Isoquercetin for thromboinflammation in sickle cell disease: a randomized double-blind placebo-controlled trial

Abstract

Data from a small trial in patients with cancer suggest that isoquercetin (IQ) treatment lowered thrombosis biomarkers and prevented clinical thrombosis, but, to our knowledge, no studies of IQ have been conducted to target thromboinflammation in adults with sickle cell disease (SCD). We conducted a randomized, double-blind, placebo-controlled trial in adults with steady-state SCD (hemoglobin SS [HbSS], HbSβ0thal, HbSβ+thal, or HbSC). The primary outcome was the change in plasma soluble P-selectin (sP-selectin) after treatment compared with baseline, analyzed in the intention-to-treat population.
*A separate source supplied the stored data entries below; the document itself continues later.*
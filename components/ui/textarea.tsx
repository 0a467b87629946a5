import type { Ref, TextareaHTMLAttributes } from "react";
import { cn } from "./cn";
import { controlClasses } from "./control-styles";

export type TextareaProps = TextareaHTMLAttributes<HTMLTextAreaElement> & {
  /** Mono face for source text (Pauli sums, OpenQASM). */
  mono?: boolean;
  ref?: Ref<HTMLTextAreaElement>;
};

/** Multi-line text input; resizes vertically only. */
export function Textarea({ mono, className, rows = 4, ...rest }: TextareaProps) {
  return (
    <textarea
      rows={rows}
      className={cn(
        controlClasses,
        "read-only:bg-surface-2",
        "min-h-16 resize-y px-3 py-2 leading-relaxed",
        mono && "font-mono text-[13px] leading-6",
        className,
      )}
      {...rest}
    />
  );
}
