/**
 * Fuzzing as a test (fast-check, fixed seeds): generated OpenQASM programs,
 * Pauli texts and JSON bodies thrown at the engine's preview — validation and
 * both parsers — answer a result or the engine's typed error, never another
 * exception (common practice for parsers facing untrusted input). A few
 * thousand cases in `npm test`; `npm run fuzz` runs FUZZ_RUNS (10⁵) cases,
 * reports the slowest and fails when one took longer than the preview budget
 * (a timing check kept out of `npm test` on purpose).
 */
import fc from "fast-check";
import { afterAll, describe, expect, it } from "vitest";
import { env } from "@/lib/env";
import { jsonBody, pauliText, qasmProgram } from "../../fuzz/arbitraries";
import { previewOutcome } from "../../fuzz/check";

const BELL = {
  format: "qasm2",
  source: 'OPENQASM 2.0;\ninclude "qelib1.inc";\nqreg q[2];\nh q[0];\ncx q[0],q[1];\n',
};
const FULL = process.env.FUZZ_RUNS !== undefined;
const RUNS = FULL ? Math.ceil(Number(process.env.FUZZ_RUNS) / 3) : 800;
const slowest = { ms: 0, input: "" };

/** The outcome of one case, timing it for the full run's report. */
async function timed(body: unknown): Promise<boolean> {
  const started = performance.now();
  const { ok } = await previewOutcome(body);
  const ms = performance.now() - started;
  if (ms > slowest.ms) Object.assign(slowest, { ms, input: JSON.stringify(body).slice(0, 300) });
  return ok;
}

afterAll(() => {
  if (!FULL) return;
  console.log(
    `[fuzz] ${3 * RUNS} previews; slowest ${slowest.ms.toFixed(0)} ms (budget ${env.PREVIEW_BUDGET_MS} ms): ${slowest.input}`,
  );
  expect(slowest.ms, "a generated case took longer than the preview budget").toBeLessThan(
    env.PREVIEW_BUDGET_MS,
  );
});

describe("fuzzing the preview", { timeout: 120_000 }, () => {
  it("OpenQASM programs", async () => {
    await fc.assert(
      fc.asyncProperty(
        qasmProgram,
        async (circuit) =>
          (await previewOutcome({ circuit, observable: { format: "pauli", terms: "Z0" } })).ok,
      ),
      { seed: 101, numRuns: RUNS },
    );
  });

  it("Pauli-sum texts", async () => {
    await fc.assert(
      fc.asyncProperty(
        pauliText,
        async (terms) =>
          (await previewOutcome({ circuit: BELL, observable: { format: "pauli", terms } })).ok,
      ),
      { seed: 202, numRuns: RUNS },
    );
  });

  it("JSON bodies", async () => {
    await fc.assert(fc.asyncProperty(jsonBody, timed), { seed: 303, numRuns: RUNS });
  });
});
Between November 2019 and July 2022, 46 patients (aged 40 ± 11 years, 56% female, 75% under hydroxyurea treatment) were randomized to receive IQ (n = 23) or placebo (n = 23). IQ was well tolerated and all the adverse events (AEs; n = 21) or serious AEs (n = 14) recorded were not attributable to the study drug. The mean posttreatment change for sP-selectin showed no significant difference between the treatment groups (IQ, 0.10 ± 6.53 vs placebo, 0.74 ± 4.54; P = .64). In patients treated with IQ, whole-blood coagulation (P = .03) and collagen-induced platelet aggregation (P = .03) were significantly reduced from the baseline. Inducible mononuclear cell tissue factor gene expression and plasma protein disulfide isomerase reductase activity were also significantly inhibited (P = .003 and P = .02, respectively). Short-term fixed-dose IQ in patients with SCD was safe with no off-target bleeding and was associated with changes from the baseline in the appropriate direction for several biomarkers of thromboinflammation. The trial was registered at www.clinicaltrials.gov as #NCT04514510.

Graphical abstract

Figure 1.

Effect of IQ on plasma sP-selectin. Mean change from baseline in plasma sP-selectin level in participants from the IQ group and placebo group reveals no significant differences (IQ, n = 23; placebo, n = 23; ANCOVA, P = .64).

Figure 2.

Effects of IQ on whole-blood coagulation. Mean change from baseline in (A) clot initiation time (reaction-time or R-time) and (B) clot formation time (K time) showing significant prolongation from the baseline value after IQ treatment (ANCOVA, ∗P = .04 and ∗P = .02, respectively). (C) Fibrin crosslinking determined by the α-angle acuteness signified by the maximal amplitude showing significant reduction from the baseline value after IQ treatment (ANCOVA, ∗∗∗∗P = .0001). However, (D) clot strength (MA) was not affected by IQ treatment (P = .09). (E) Mean change from the baseline in whole-blood CI assessed by TEG showed a significant reduction in the IQ group compared with in the placebo group (ANCOVA, ∗P = .03; IQ, n = 22; placebo, n = 22). AU, arbitrary units; MA, maximum amplitude.

Figure 3.

Effects of IQ on platelet aggregation. Mean agonist-induced platelet aggregation shown as change from the baseline in impedance whole-blood aggregometry from patients from the IQ group (n = 22) and the placebo group (n = 22). IQ treatment only shows a significant effect on platelet aggregation after exposure to (A) low doses of collagen (ANCOVA, ∗P = .02; IQ, n = 21; placebo, n = 21); however, after standard platelet aggregation, agonists such as (B) thrombin, (C) adenosine 5′-diphosphate (ADP), (D) arachidonic acid, and (E) high dose of collagen (ANCOVA, P = .93, P = .72, P = .63, and P = .66; respectively) did not show any effect.

Figure 4.

Effects of IQ on TF antigen, activity, and gene expression. (A) Mean change from the baseline in the number of TF⁺ MVs showing reduction in both IQ and placebo groups but a significantly greater reduction in the placebo group (∗P = .02). (B) Mean change from the baseline in TF⁺ MV procoagulant activity (PCA), which is decreased in both groups but shows no significant difference (P = .51). (C) LPS-induced TF mRNA expression in PBMCs isolated from patients with SCD in the IQ group at baseline (BL) and after treatment (PT) showed a significant reduction in inducible TF mRNA after IQ treatment (∗∗P = .003; n = 20).

Figure 5.

Effect of IQ on plasma PDI antigen and plasma PDI activity. (A) Mean change from baseline in plasma PDI antigen was not different between the patients treated with IQ and those treated with placebo (ANCOVA, P = .52; IQ, n = 22; placebo, n = 22). (B) PDI reductase activity (mean change from the baseline value) is significantly decreased in the patients treated with IQ compared with those treated with placebo (ANCOVA, ∗P = .02; IQ, n = 22; placebo, n = 22).